Sainey Nyassi (born January 31, 1989) is a Gambian professional footballer who plays as a midfielder.

Club career
Sainey Nyassi began his career in the Gambia, playing in the GFA League First Division for Gambia Ports Authority.

Nyassi was scouted by New England Revolution head coach Steve Nicol while playing in the 2007 FIFA U-20 World Cup, and signed with the Revolution shortly thereafter along with his Gambian teammate, Kenny Mansally. He made his MLS debut on September 9, 2007 against D.C. United as a substitute, playing the final eight minutes on the right wing. He made his first start and scored his first MLS goal on March 29, 2008 in the Revs' 3-0 opening day victory over Houston Dynamo. Nyassi was released by New England on May 16, 2013.

On May 27, 2013, Nyassi signed with D.C. United.

On June 9, 2014, Nyassi signed for Finnish Club RoPS.
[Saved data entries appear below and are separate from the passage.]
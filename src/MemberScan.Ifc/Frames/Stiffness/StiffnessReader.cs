using System.Collections.Immutable;
using System.Globalization;
using MemberScan.Foundation.Geometry;
using MemberScan.Ifc.Analysis;
using MemberScan.Ifc.Analysis.Loads;
using MemberScan.Mechanics.Properties;
using MemberScan.Mechanics.Sections;
using MemberScan.Model;
using MemberScan.Model.Frames;
using MemberScan.Model.Members;
using MemberScan.Model.Verdicts;
using MemberScan.Part21;

namespace MemberScan.Ifc.Frames.Stiffness;

/// <summary>Section and material of analytical members: their own, else those of the physical element that they stand for.</summary>
internal sealed class StiffnessReader(Instances instances, Relations relations, AnalyticalSource analytical, StatedConstantsReader stated, ElasticFactsReader elastic,
    ImmutableArray<Member> candidates)
{
    /// <summary>Largest sine of the angle between an analytical member and the body whose section it takes.</summary>
    private const double Parallel = 0.02;

    /// <summary>Share of the second moments below which a product of inertia or an offset of the shear centre is nothing.</summary>
    private const double Nothing = 1e-9;

    private readonly ILookup<ulong, Member> _candidates = candidates.ToLookup(m => m.Element.StepId);
    private readonly Dictionary<CrossSection, SectionProperties> _properties = [];

    private sealed record Source(Finding<SectionFinding> Section, Material Material, Finding<MemberAxes> Axes, ulong Element, bool IsBody)
    {
        /// <summary>How the section changes, and the shares of that at the start and at the end of the analytical member; null for one section.</summary>
        public (Taper Taper, double From, double To)? Taper { get; init; }

        /// <summary>Why a change of the section cannot be followed; null when it can.</summary>
        public Reason? NoTaper { get; init; }

        /// <summary>How far the centroid lies from the line [m].</summary>
        public (double Y, double Z) Beside { get; init; }
    }

    /// <summary>Reads a member; the reason names it.</summary>
    /// <param name="member">The record of the analytical member.</param>
    /// <param name="line">The analytical member.</param>
    /// <param name="axis">Its Axis attribute in project axes, for a curved member, whose axes are known nowhere else; null if none.</param>
    /// <param name="name">Its name, for messages.</param>
    public Finding<MemberStiffness> Read(Part21Record member, AnalyticalMember line, Vector3? axis, string name)
    {
        var source = Find(member, line);
        var constants = stated.Of(member.Id);
        if (!source.Section.TryGet(out var section, out var noSection)) return OfConstants(source, noSection, constants, line, axis, name);
        if (source.NoTaper is { } noTaper) return Missing(noTaper.Code, $"{name}: {noTaper.Message}");
        if (!source.Material.Modulus.TryGet(out var modulus, out var noModulus)) return Missing(ReasonCode.NoForces, $"{name} has no modulus of elasticity: {noModulus.Message}");

        var shape = source.Taper is { } taper ? taper.Taper.At(taper.From) : section.Value.Shape;
        if (!Direction(source, line, axis, shape, out var z, out var reversed, out var noAxes)) return Missing(noAxes!.Code, $"{name}: {noAxes.Message}");
        if (Constants(shape, reversed) is not { } own) return Missing(ReasonCode.SectionNotCovered, $"{name}: the section {shape.Designation} has no torsion constant");

        var notes = ImmutableArray.CreateBuilder<string>();
        if (section.Value.Shapes.Length > 1) notes.Add($"{name}: stiffness of the first of {section.Value.Shapes.Length} readings of the section, {shape.Designation}");
        if (source.Beside != default)
            notes.Add(string.Create(CultureInfo.InvariantCulture, $"the centroid of {name} lies at y {source.Beside.Y * 1e3:0.##} mm, z {source.Beside.Z * 1e3:0.##} mm from its line, by the profile; joints and loads are on the line"));
        var course = source.Taper is { } change ? new SectionCourse(change.Taper, change.From, change.To, place => Constants(place, reversed)) : null;
        var shears = course is null && constants is { ShearAreaY: not null, ShearAreaZ: not null };
        if (course is not null) notes.Add($"{name} tapers and is taken in {SectionCourse.Steps} steps of linear stiffness");
        if (shears) own = Shearing(own, constants!, name, notes);
        var (material, facts) = MaterialOf(source, modulus.Value, name, notes);
        return new Finding<MemberStiffness>.Found(
            new MemberStiffness(own, material, z, reversed, facts.Density, facts.Expansion, shape.ExtentY, shape.ExtentZ, notes.ToImmutable()) { Course = course, ShearFlexible = shears, Beside = source.Beside },
            $"{section.Source}; E by {modulus.Source}");
    }

    /// <summary>A member whose section is known by stated constants alone: it has a stiffness, and no stresses.</summary>
    private Finding<MemberStiffness> OfConstants(Source source, Reason noSection, StatedConstants? constants, AnalyticalMember line, Vector3? axis, string name)
    {
        var why = constants is null ? "" : constants.WhyNoSection;
        if (why is not null) return Missing(noSection.Code, $"{name} has no section that can be used: {noSection.Message}{(why.Length > 0 ? $"; {why}" : "")}");
        if (!source.Material.Modulus.TryGet(out var modulus, out var noModulus)) return Missing(ReasonCode.NoForces, $"{name} has no modulus of elasticity: {noModulus.Message}");

        var z = axis;
        if (line.Line is Finding<(Vector3 Start, Vector3 End)>.Found)
        {
            if (!line.Axes.TryGet(out var axes, out var noAxes)) return Missing(noAxes.Code, $"{name}: {noAxes.Message}");

            z = axes.Value.Z;
        }

        if (z is null) return Missing(ReasonCode.AxesUnknown, $"{name} has no Axis, so its y and z are not known");

        var notes = ImmutableArray.CreateBuilder<string>();
        notes.Add($"{name}: stiffness by {constants!.Source}, since its section is not read ({noSection.Message}); the centroid is taken on its line");
        var own = new FrameSection { Name = constants.Source, Area = constants.Area!.Value, Iy = constants.Iy!.Value, Iz = constants.Iz!.Value, J = constants.J!.Value };
        var shears = constants is { ShearAreaY: not null, ShearAreaZ: not null };
        if (shears) own = Shearing(own, constants, name, notes);
        var (material, facts) = MaterialOf(source, modulus.Value, name, notes);
        return new Finding<MemberStiffness>.Found(
            new MemberStiffness(own, material, z, ReversedY: false, facts.Density, facts.Expansion, 0, 0, notes.ToImmutable()) { ShearFlexible = shears },
            $"{constants.Source}; E by {modulus.Source}");
    }

    private static FrameSection Shearing(FrameSection section, StatedConstants constants, string name, ImmutableArray<string>.Builder notes)
    {
        var (y, z) = (constants.ShearAreaY!.Value, constants.ShearAreaZ!.Value);
        notes.Add(string.Create(CultureInfo.InvariantCulture, $"{name} is flexible in shear: {constants.Source} state shear areas, {y * 1e6:0.#} mm² for Vy and {z * 1e6:0.#} mm² for Vz"));
        return section with { ShearAreaY = y, ShearAreaZ = z };
    }

    /// <summary>The material with G, weight and expansion; what is taken for want of a value is noted.</summary>
    private (FrameMaterial Material, ElasticFacts Facts) MaterialOf(Source source, double modulus, string name, ImmutableArray<string>.Builder notes)
    {
        var facts = MaterialsOf(source.Element).Select(elastic.Of).FirstOrDefault(f => f != ElasticFacts.None) ?? ElasticFacts.None;
        var poisson = (Finding<double>.Found)source.Material.Poisson;
        if (facts.ShearModulus is null && poisson.Source == "default") notes.Add(string.Create(CultureInfo.InvariantCulture, $"{name}: G by the default Poisson's ratio {poisson.Value:0.0##}"));
        if (facts.Density is null && source.Material.IsSteel)
        {
            facts = facts with { Density = MemberWeight.SteelDensity };
            notes.Add(string.Create(CultureInfo.InvariantCulture, $"{name}: density {MemberWeight.SteelDensity} kg/m³ (EN 1991-1-1, Table A.4, from memory); the model gives none"));
        }

        var shear = facts.ShearModulus ?? modulus / (2 * (1 + poisson.Value));
        var material = new FrameMaterial(
            source.Material.Name, modulus, shear, (facts.Density ?? 0) * MemberWeight.Gravity, facts.Expansion ?? 0, (source.Material.Yield as Finding<double>.Found)?.Value);
        return (material, facts);
    }

    /// <summary>What gives section and material: the analytical member itself where it has a section, else the body that it runs along.</summary>
    private Source Find(Part21Record member, AnalyticalMember line)
    {
        var own = analytical.Read(member);
        var plain = new Source(own.Section, own.Material, line.Axes, member.Id, IsBody: false) { Beside = own.Beside, Taper = own.Taper is { } taper ? (taper, 0, 1) : null };
        if (own.Section is Finding<SectionFinding>.Found) return plain;

        var bodies = relations.PhysicalOf(member.Id).SelectMany(id => _candidates[id]).ToList();
        var body = bodies.Count == 1 ? bodies[0] : bodies.Find(b => RunsAlong(b, line));
        return body is null ? plain : WithTaper(new Source(body.Section, body.Material, body.Axes, body.Element.StepId, IsBody: true), body, line);
    }

    /// <summary>The sections of a tapering body, from where the analytical member begins along it to where it ends.</summary>
    private static Source WithTaper(Source source, Member body, AnalyticalMember line)
    {
        if (body.EndSection is not { } last || body.Section is not Finding<SectionFinding>.Found first) return source;

        var isPlaced = body.Axes is Finding<MemberAxes>.Found && body.Length is Finding<double>.Found && line.Line is Finding<(Vector3 Start, Vector3 End)>.Found;
        if (!isPlaced || Taper.Of(first.Value.Shape, last.Shape) is not { } taper)
            return source with { NoTaper = new Reason(ReasonCode.SectionNotCovered, "the body that it stands for tapers in a way that is not followed") };

        var (axes, length) = (((Finding<MemberAxes>.Found)body.Axes).Value, ((Finding<double>.Found)body.Length).Value);
        var (start, end) = ((Finding<(Vector3 Start, Vector3 End)>.Found)line.Line).Value;
        double Share(Vector3 point) => Math.Clamp((point - axes.Origin).Dot(axes.X) / length, 0, 1);
        return source with { Taper = (taper, Share(start), Share(end)) };
    }

    private static bool RunsAlong(Member body, AnalyticalMember line)
    {
        if (!line.Line.TryGet(out var ends, out _) || !body.Axes.TryGet(out var axes, out _) || !body.Length.TryGet(out var length, out _)) return false;
        if (!(ends.Value.End - ends.Value.Start).TryNormalize(out var x) || x.Cross(axes.Value.X).Length > Parallel) return false;

        var middle = 0.5 * (ends.Value.Start + ends.Value.End) - axes.Value.Origin;
        var along = middle.Dot(axes.Value.X);
        return along > 0 && along < length.Value && (middle - along * axes.Value.X).Length <= Math.Max(Parallel * length.Value, body.Section is Finding<SectionFinding>.Found s ? Math.Max(s.Value.Shape.ExtentY, s.Value.Shape.ExtentZ) : 0);
    }

    /// <summary>Direction of the section's z; false with the reason when the section has preferred axes and they are not known.</summary>
    private static bool Direction(Source source, AnalyticalMember line, Vector3? axis, CrossSection shape, out Vector3? z, out bool reversed, out Reason? why)
    {
        (z, reversed, why) = (null, false, null);
        if (!source.IsBody && line.Line is Finding<(Vector3 Start, Vector3 End)>.Missing && axis is { } given)
        {
            z = given;
            return true;
        }

        if (!source.Axes.TryGet(out var axes, out why)) return shape is Round or Tube;

        z = axes.Value.Z;
        if (!source.IsBody || !line.Line.TryGet(out var ends, out _) || !(ends.Value.End - ends.Value.Start).TryNormalize(out var x)) return true;
        if (x.Cross(axes.Value.X).Length > Parallel)
        {
            why = new Reason(ReasonCode.AxesUnknown, "it does not run along the body whose section it would take");
            return false;
        }

        reversed = x.Dot(axes.Value.X) < 0;
        return true;
    }

    private FrameSection? Constants(CrossSection shape, bool reversed)
    {
        if (!_properties.TryGetValue(shape, out var p)) _properties[shape] = p = SectionProperties.Of(shape);
        if (p.J is not { } torsion || !(torsion > 0)) return null;

        var side = reversed ? -1 : 1;
        var extent = Math.Max(shape.ExtentY, shape.ExtentZ);
        return new FrameSection
        {
            Name = shape.Designation,
            Shape = shape,
            Area = p.Area,
            Iy = p.Iy,
            Iz = p.Iz,
            Iyz = Math.Abs(p.Iyz) <= Nothing * (p.Iy + p.Iz) ? 0 : side * p.Iyz,
            J = torsion,
            ShearCentreY = Math.Abs(p.ShearCentreY) <= Nothing * extent ? 0 : side * p.ShearCentreY,
            ShearCentreZ = Math.Abs(p.ShearCentreZ) <= Nothing * extent ? 0 : p.ShearCentreZ,
        };
    }

    /// <summary>Materials behind the associations of an element or its type, through sets and usages.</summary>
    private IEnumerable<ulong> MaterialsOf(ulong element)
    {
        var open = new Stack<(ulong Id, int Depth)>(relations.MaterialsOf(element).Concat(relations.MaterialsOf(relations.TypeOf(element))).Reverse().Select(id => (id, 0)));
        while (open.TryPop(out var next))
        {
            if (next.Depth > 6 || !instances.File.TryFind(next.Id, out var record)) continue;
            if (record.Keyword == "IFCMATERIAL")
            {
                yield return record.Id;
                continue;
            }

            for (var i = 0; i < 4; i++)
            {
                if (record[i].TryReference(out var one)) open.Push((one, next.Depth + 1));
                foreach (var id in record[i].Kind == Part21ValueKind.List ? Instances.IdsOf(record[i]) : []) open.Push((id, next.Depth + 1));
            }
        }
    }

    private static Finding<MemberStiffness> Missing(ReasonCode code, string message) => new Finding<MemberStiffness>.Missing(new Reason(code, message));
}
Nyassi signed with FC Edmonton in February 2015. He spent three seasons in Edmonton. After the 2017 season, with the future of FC Edmonton and the NASL in doubt, Nyassi was released by the club.

International career
Nyassi has represented his nation at various youth levels. He played for the Gambian U-17 national team in the 2005 U-17 world championships, and for the U-20 national team in the 2007 U-20 FIFA Championships.  He scored his first goal for the Senior national team on September 4, 2010 in the 2012 Africa Cup of Nations qualification match against Namibia.

International goals
Scores and results list Gambia's goal tally first.

Personal life
Sainey is the twin brother of fellow professional footballer Sanna Nyassi.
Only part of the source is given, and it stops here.